Piketty sees a house on fire, sees the valuable items being burnt, and thus suggests that the items be removed from the house. He does not realize that one cannot do this while the house is on fire; and that if one could remove the valuable items (i.e., if the house were not on fire), the problem would already be solved and there would be no need to remove the items to begin with.

For those arguing against the injustice of our economic circumstances, "wealth inequality" has become the all-encompassing slogan. As such, it becomes the focus of our attention. It then becomes the sole issue that requires solutions, and its roots are either assumed or forgotten.
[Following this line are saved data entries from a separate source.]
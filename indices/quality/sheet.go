package quality

import (
	"fmt"
	"slices"

	"thawledger/pipeline"
)

// sheet is a record laid out for the tests: by element and by date.
type sheet struct {
	days     []pipeline.Day
	month    []uint8  // 0 to 11
	place    []uint16 // date of the year, by place in a leap year
	elements [3]element
}

// The elements of a day.
const (
	meanOf = iota
	maxOf
	minOf
)

// element is a day's mean, maximum or minimum through the record. Values beyond
// the hard bounds are left out.
type element struct {
	c   []float64
	has []bool
}

// datesOfYear is how many dates a leap year has.
const datesOfYear = 366

// monthStart is the place of each month's first day in a leap year.
var monthStart = [12]uint16{0, 31, 60, 91, 121, 152, 182, 213, 244, 274, 305, 335}

// dateOf returns a day's month, from 0, and the place of its date in a leap
// year: dates are kept apart by month and day, so that 1 March is always the
// same place and 29 February has its own.
func dateOf(d pipeline.Day) (month uint8, place uint16) {
	_, m, day := d.Date()
	month = uint8(m - 1)
	return month, monthStart[month] + uint16(day-1)
}

// lay makes the sheet and the outcomes, with Range noted.
func lay(rec Record, b Bounds) (*sheet, []Outcome) {
	s := &sheet{days: make([]pipeline.Day, len(rec)), month: make([]uint8, len(rec)), place: make([]uint16, len(rec))}
	for e := range s.elements {
		s.elements[e] = element{make([]float64, len(rec)), make([]bool, len(rec))}
	}
	out := make([]Outcome, len(rec))
	for i := range rec {
		v, o := &rec[i], &out[i]
		if i > 0 && v.Day <= rec[i-1].Day {
			panic(fmt.Sprintf("quality: day %s after %s; days must be in order, each at most once", v.Day, rec[i-1].Day))
		}
		o.Day, o.Mark = v.Day, pipeline.QualityMissing
		s.days[i] = v.Day
		s.month[i], s.place[i] = dateOf(v.Day)
		for e, c := range [3]float64{v.MeanC, v.MaxC, v.MinC} {
			if !v.has(e) {
				continue
			}
			if !isTemperature(c) {
				panic(fmt.Sprintf("quality: value %v degC of %s is not a temperature", c, v.Day))
			}
			within := b.LowestC <= c && c <= b.HighestC
			o.note(Range, !within)
			s.elements[e].c[i], s.elements[e].has[i] = c, within
		}
	}
	return s, out
}

func (v *DayValue) has(e int) bool {
	switch e {
	case maxOf:
		return v.HasMax
	case minOf:
		return v.HasMin
	}
	return v.Observed
}

// follows reports whether days i-1 and i of the record are a day apart and the
// element has both.
func (s *sheet) follows(e *element, i int) bool {
	return i > 0 && i < len(s.days) && e.has[i-1] && e.has[i] && s.days[i] == s.days[i-1]+1
}

// byMonth returns values of the days by calendar month.
func (s *sheet) byMonth(value func(i int) (float64, bool)) [12][]float64 {
	var count [12]int
	for _, m := range s.month {
		count[m]++
	}
	var out [12][]float64
	for m, n := range count {
		out[m] = make([]float64, 0, n)
	}
	for i, m := range s.month {
		if c, ok := value(i); ok {
			out[m] = append(out[m], c)
		}
	}
	return out
}

// byDate returns an element's values in order of their date of the year, sorted
// within each, and where each date's begin. halfWindow dates of the year's end stand before the
// first date, and as many of its beginning after the last, so that every date's
// window is one piece: from[p] to from[p+2*halfWindow+1] for place p.
func (s *sheet) byDate(e *element) (v []float64, from []int) {
	var count [datesOfYear]int
	for i, p := range s.place {
		if e.has[i] {
			count[p]++
		}
	}
	from = make([]int, 1, datesOfYear+2*halfWindow+1)
	for p := range datesOfYear + 2*halfWindow {
		from = append(from, from[p]+count[(p+datesOfYear-halfWindow)%datesOfYear])
	}
	v = make([]float64, from[len(from)-1])
	at := slices.Clone(from[halfWindow : halfWindow+datesOfYear])
	for i, p := range s.place {
		if e.has[i] {
			v[at[p]] = e.c[i]
			at[p]++
		}
	}
	for p := halfWindow; p < halfWindow+datesOfYear; p++ {
		slices.Sort(v[from[p]:from[p+1]])
	}
	begin, end := from[halfWindow], from[halfWindow+datesOfYear]
	copy(v[:begin], v[end-begin:end])
	copy(v[end:], v[begin:begin+len(v)-end])
	return v, from
}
Our attention is misplaced. Wealth inequality is the unjust outcome of an unjust process. Changing the focus away from the outcome of inequality toward the economic process can achieve the evasion of the dead end that Piketty and others have run into. The divergence of wealth across classes is unjust, unhealthy, and perhaps unsustainable, but it is nevertheless a symptom of injustice of the economic process. We should view the outcome of divergence as symptomatic of unjust processes, and these processes as the location of political conflict.

Citations:

Mason, J. W. 2015. “It's Bargaining Power All the Way Down.” Crooked Timber. https://crookedtimber.org/2015/12/15/itsbargaining-power-all-the-way-down/.

Sierakowski, Slawomir. 2015. “Utopia and Its Discontents.” Los Angeles Review of Books. https://lareviewofbooks.org/article/utopia-discontentsslawomir-sierakowski-talks-slavoj-zizek/

Piketty, Thomas. 2014. Capital in the Twenty First Century. Translated by Arthur Goldhammer. Harvard University Press.